How to Pasteurize Milk

Apr
22

Start with a cow.

Tie her up, tie her down, tie her sideways. (Shades of Clover.) Okay, a cow is not quite as much trouble to milk as a goat, but cows are quite strong. Get ‘er milked and take your booty home. I have a post specifically about handling milk here: Handling Milk. I’ll brush by some of that information here, but read that post for more details. I’ve had a number of questions about pasteurizing milk, so this post is going to focus on that process.

I bring my milk home in quart jars transferred from my milking bucket after I finish milking Beulah Petunia down in the meadow bottom. (We’re hoping to have her moved closer to the house soon.)

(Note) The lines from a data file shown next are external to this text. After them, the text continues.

import type { ModelFile, ModelFileLoad, ModelFileSupport } from "./file.js";
import type { ModelFileMaterial, ModelFileSection, ModelFileSectionPart } from "./file-section.js";
import type { Model, ModelLoad, ModelMaterial, ModelSupport } from "./model.js";
import type { ModelSection, ModelSectionPart } from "./section-types.js";

const materialToJson = (m: ModelMaterial): ModelFileMaterial => ({ ...m });

function partToJson(p: ModelSectionPart): ModelFileSectionPart {
  const common = {
    ...(p.hole ? { hole: true } : {}),
    ...(p.material === undefined ? {} : { material: materialToJson(p.material) }),
    ...(p.modularRatio === undefined ? {} : { modularRatio: p.modularRatio }),
    ...(p.bendingStress === undefined ? {} : { bendingStress: p.bendingStress }),
    ...(p.shearStress === undefined ? {} : { shearStress: p.shearStress }),
  };
  switch (p.kind) {
    case "polygon":
      return { type: "polygon", points: p.points.map((q) => ({ y: q.y, z: q.z })), ...common };
    case "circle":
      return { type: "circle", centre: { ...p.centre }, radius: p.radius, ...common };
    case "sector":
      return { type: "sector", centre: { ...p.centre }, radius: p.radius, startAngle: p.startAngle, sweep: p.sweep, ...common };
    case "fillet":
      return { type: "fillet", corner: { ...p.corner }, radius: p.radius, orientation: p.orientation, ...common };
    default:
      return p satisfies never;
  }
}

function sectionToJson(s: ModelSection): ModelFileSection {
  switch (s.shape) {
    case "plate-girder":
      return { shape: "plate-girder", topFlange: { ...s.topFlange }, web: { ...s.web }, ...(s.bottomFlange === undefined ? {} : { bottomFlange: { ...s.bottomFlange } }) };
    case "built-up":
      return { shape: "built-up", parts: s.parts.map(partToJson) };
    default:
      return { ...s.dimensions, shape: s.shape };
  }
}

function supportToJson(s: ModelSupport): ModelFileSupport {
  return {
    at: s.at,
    type: s.kind,
    ...(s.stiffness === undefined ? {} : { stiffness: s.stiffness }),
    ...(s.rotationalStiffness === undefined ? {} : { rotationalStiffness: s.rotationalStiffness }),
    ...(s.settlement === undefined ? {} : { settlement: s.settlement }),
    ...(s.rotation === undefined ? {} : { rotation: s.rotation }),
  };
}

function loadToJson(l: ModelLoad): ModelFileLoad {
  const loadCase = l.case === undefined ? {} : { case: l.case };
  switch (l.kind) {
    case "point":
      return { type: "point", at: l.at, value: l.value, ...loadCase };
    case "couple":
      return { type: "moment", at: l.at, value: l.value, ...loadCase };
    case "distributed":
      return { type: "distributed", from: l.from, to: l.to, start: l.start, end: l.end, ...loadCase };
    default:
      return l satisfies never;
  }
}

/**
 * Writes a {@link Model} back as a model file: every unit named, every number plain (in those
 * units), `kind` tags as JSON `type`s (a `"couple"` as `"moment"`). `parseModel` of the result gives
 * the same model again.
 *
 * @param model - A model from `parseModel`. It is not changed.
 * @returns A plain object ready for `JSON.stringify`.
 * @example
 * ```ts
 * const text = JSON.stringify(modelToJson(parseModel(file)), null, 2);
 * ```
 */
export function modelToJson(model: Model): ModelFile {
  const limits = model.limits;
  const deflection = limits.deflection;
  return {
    format: model.format,
    ...(model.name === undefined ? {} : { name: model.name }),
    ...(model.description === undefined ? {} : { description: model.description }),
    units: { ...model.units },
    length: model.length,
    ...(model.E === undefined ? {} : { E: model.E }),
    ...(model.I === undefined ? {} : { I: model.I }),
    ...(model.segments === undefined ? {} : { segments: model.segments.map((s) => ({ from: s.from, to: s.to, E: s.E, I: s.I })) }),
    ...(model.section === undefined ? {} : { section: sectionToJson(model.section) }),
    ...(model.material === undefined ? {} : { material: materialToJson(model.material) }),
    supports: model.supports.map(supportToJson),
    hinges: [...model.hinges],
    loads: model.loads.map(loadToJson),
    limits: {
      ...(deflection === undefined ? {} : { deflection: deflection.kind === "ratio" ? `span/${deflection.ratio}` : deflection.value }),
      ...(limits.bendingStress === undefined ? {} : { bendingStress: limits.bendingStress }),
      ...(limits.shearStress === undefined ? {} : { shearStress: limits.shearStress }),
    },
  };
}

I open all the jars and get ready to filter and measure the milk.

You can buy milk filters made specifically for this purpose at feed or farm supply stores. No doubt back in the day, they used a couple layers of cheesecloth. Or an old shirt. (I’M JUST KIDDING. Maybe.)

This is what the filters look like.

I use a strainer and a two-quart bowl so I’m measuring as I’m filtering. (You don’t have to measure, of course. I just like to keep track.)

Place a filter in the strainer.

Pour the milk through the filtered strainer into the bowl.

Pour the fresh, clean milk into a big pot.

Stick a thermometer in there.

Put the lid on, as you can around the thermometer.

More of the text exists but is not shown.